I See What You See
Smart glasses, which incorporate augmented reality (AR) technology to overlay additional visual information, are currently showing their true value by enabling companies to remotely monitor systems, mentor staff and have eyes and ears on site, says Team Forward CEO Steven Wright. “We recently worked on a manufacturing plant project in Cape Town, which was established and commissioned by the lead team in New Zealand, via a team of 12 people on site, using 12 pairs of head-mounted tablets. The ‘I see what you see’ capability allowed them to commission the plant without setting foot in South Africa.”
Wright says that being able to deploy an expert remotely across several locations is a huge time and cost saver. “You can have one expert sitting off site who can talk on-site teams at multiple locations through repairs, put schematics and diagrams in front of their eyes and even draw pointers to show them what to do in real-time.”
Anthony Eva, bizAR Reality operations and creative director, says that AR training using headsets such as the Microsoft HoloLens has been used in overlaying 3D models of machinery into the real world. “These glasses understand 3D space, allowing information to be portrayed in the real world, giving a 3D instruction manual to the user. This has allowed companies to take on-the-job training to a new level.”
Eye on the market
Eva says that while the technology initially struggled to take off in the public space because of privacy concerns and technological limitations, its use is growing exponentially in industrial applications. “The consumer space is picking up again, too. New smart glasses are being developed by Apple and Samsung, and Huawei is creating glasses that act as an interface with your phone.”
Device cost is coming down, with decent base hardware starting at around R20 000 – a price tag that could potentially be quite easily offset by cost and time savings. While all the devices currently on the market in South Africa are imports, Wright says he also struggles to find programmers to write specific software for the devices to localise for particular applications. “The standard software is great because these companies have been refining it for years, but it would be wonderful to find more proficient locally based programmers who could produce local solutions too.”

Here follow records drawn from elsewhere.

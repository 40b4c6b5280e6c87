import type { RadiusUnit, SpeedUnit } from './types';

const radiusWords: Record<RadiusUnit, readonly string[]> = {
	kpc: ['kpc', 'kiloparsec', 'kiloparsecs'],
	pc: ['pc', 'parsec', 'parsecs'],
	arcsec: ['arcsec', 'arcsecs', 'arcsecond', 'arcseconds', 'asec', '"', '″', "''"],
	arcmin: ['arcmin', 'arcmins', 'arcminute', 'arcminutes', 'amin', "'", '′'],
	'light-years': ['ly', 'lyr', 'lightyear', 'lightyears']
};
const speedWords: Record<SpeedUnit, readonly string[]> = {
	'km/s': ['km/s', 'kms', 'kms1', 'km/sec', 'kmpersecond', 'kilometrespersecond'],
	'm/s': ['m/s', 'ms', 'ms1', 'm/sec', 'metrespersecond']
};

const find = <T extends string>(words: Record<T, readonly string[]>, unit: string) => {
	const key = unit.toLowerCase().replace(/[\s\-−–^{}.*·]/g, '');
	return (Object.keys(words) as T[]).find((name) => words[name].includes(key));
};

export const radiusUnitOf = (unit: string): RadiusUnit | undefined => find(radiusWords, unit);
export const speedUnitOf = (unit: string): SpeedUnit | undefined => find(speedWords, unit);

const bracketed = /^(.*?)\s*[([{]\s*([^()[\]{}]*)\s*[)\]}]\s*$/;
const trailing =
	/^(.*?)(?:[\s_,/]+|\s+in\s+)(kpc|pc|arcsec|arcmin|light[ -]years?|ly|km\/s|km[ _]?s\^?-?1|kms-1|kms|m\/s)$/i;

/** A heading such as "Radius (kpc)", "R_kpc" or "V, km/s" as name and unit. */
export function splitHeading(heading: string): { name: string; unit: string | null } {
	const text = heading.trim();
	const match = bracketed.exec(text) ?? trailing.exec(text);
	return match && match[1] !== ''
		? { name: match[1].trim(), unit: match[2].trim() }
		: { name: text, unit: null };
}

/** Whether a cell of a line under the headings is a unit. */
export const isUnitCell = (cell: string): boolean => {
	const text = cell.trim().replace(/^[([{]|[)\]}]$/g, '');
	return (
		radiusUnitOf(text) !== undefined ||
		speedUnitOf(text) !== undefined ||
		/^l(?:sun)?\/pc\^?2$/i.test(text)
	);
};
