/** One observed speed: radius in kpc, speed and its one standard error in km/s. */
export interface MeasuredPoint {
	radius: number;
	speed: number;
	error: number;
	/** Speeds that gas, disc and bulge alone would give, km/s, stars at mass-to-light 1; negative: outward. */
	gas?: number;
	disc?: number;
	bulge?: number;
	/** Why the point does not count; missing where it does. */
	leftOut?: string;
}

export const radiusUnits = ['kpc', 'pc', 'arcsec', 'arcmin', 'light-years'] as const;
export type RadiusUnit = (typeof radiusUnits)[number];

export const speedUnits = ['km/s', 'm/s'] as const;
export type SpeedUnit = (typeof speedUnits)[number];

/** A value with its one standard error; null where none is given. */
export interface Measured {
	value: number;
	error: number | null;
}

/** Observed speeds as they came: the rows keep the units of their source. */
export interface MeasuredRows {
	radiusUnit: RadiusUnit;
	speedUnit: SpeedUnit;
	/** Mpc; angles need it. */
	distance: Measured | null;
	/** Degrees, 90 is edge-on. */
	inclination: Measured | null;
	/** As `MeasuredPoint`, in the units above. */
	rows: readonly MeasuredPoint[];
}

/** A whole table as it is saved and exported: what was measured, by whom, in which units. */
export interface MeasurementsInput extends MeasuredRows {
	name: string;
	/** Citation, or a plain statement that the points are invented. Never empty. */
	source: string;
}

Is it time to get a smart watch?
The perfect smartwatch doesn’t exist … yet. But these come close.
Fitbit Charge 4 (+-R2 999*). With built-in GPS, Fitbit Pay and Spotify controls added to the sleep-tracking, waterproof and heart-rate-measuring Charge 3, the Charge 4 has a battery that lasts up to seven days (with sparing GPS use) and will relay basic notifications from your phone.
Samsung Galaxy Watch 3 (from R8 995*). The Samsung Galaxy Watch 3 tracks a remarkable amount of health data while adding smartphone-level productivity in a stylish device that resembles a classic watch. The rotating bezel is a nifty navigation tool, but two-day battery life isn’t enough for everyone.
Garmin fēnix 6X Pro Solar Edition (from R17 999*). This is one of the best multisport watches around. It’s got a host of sports features and supplements a 21-day battery life with solar charging for an additional three-day boost, meaning you can head off on a three-week expedition without your charger.
Apple Watch Series 6 (from R8 999*). Series 6 adds features such as blood oxygen monitoring and an upgraded chipset to speed it up and make it more efficient. The long-awaited native sleep-tracking functionality isn’t as thorough as many had hoped – and a roughly 18-hour battery life means inevitably having to charge up before you go to bed. But the addition of Apple Fitness+ ups its appeal for fitness fans.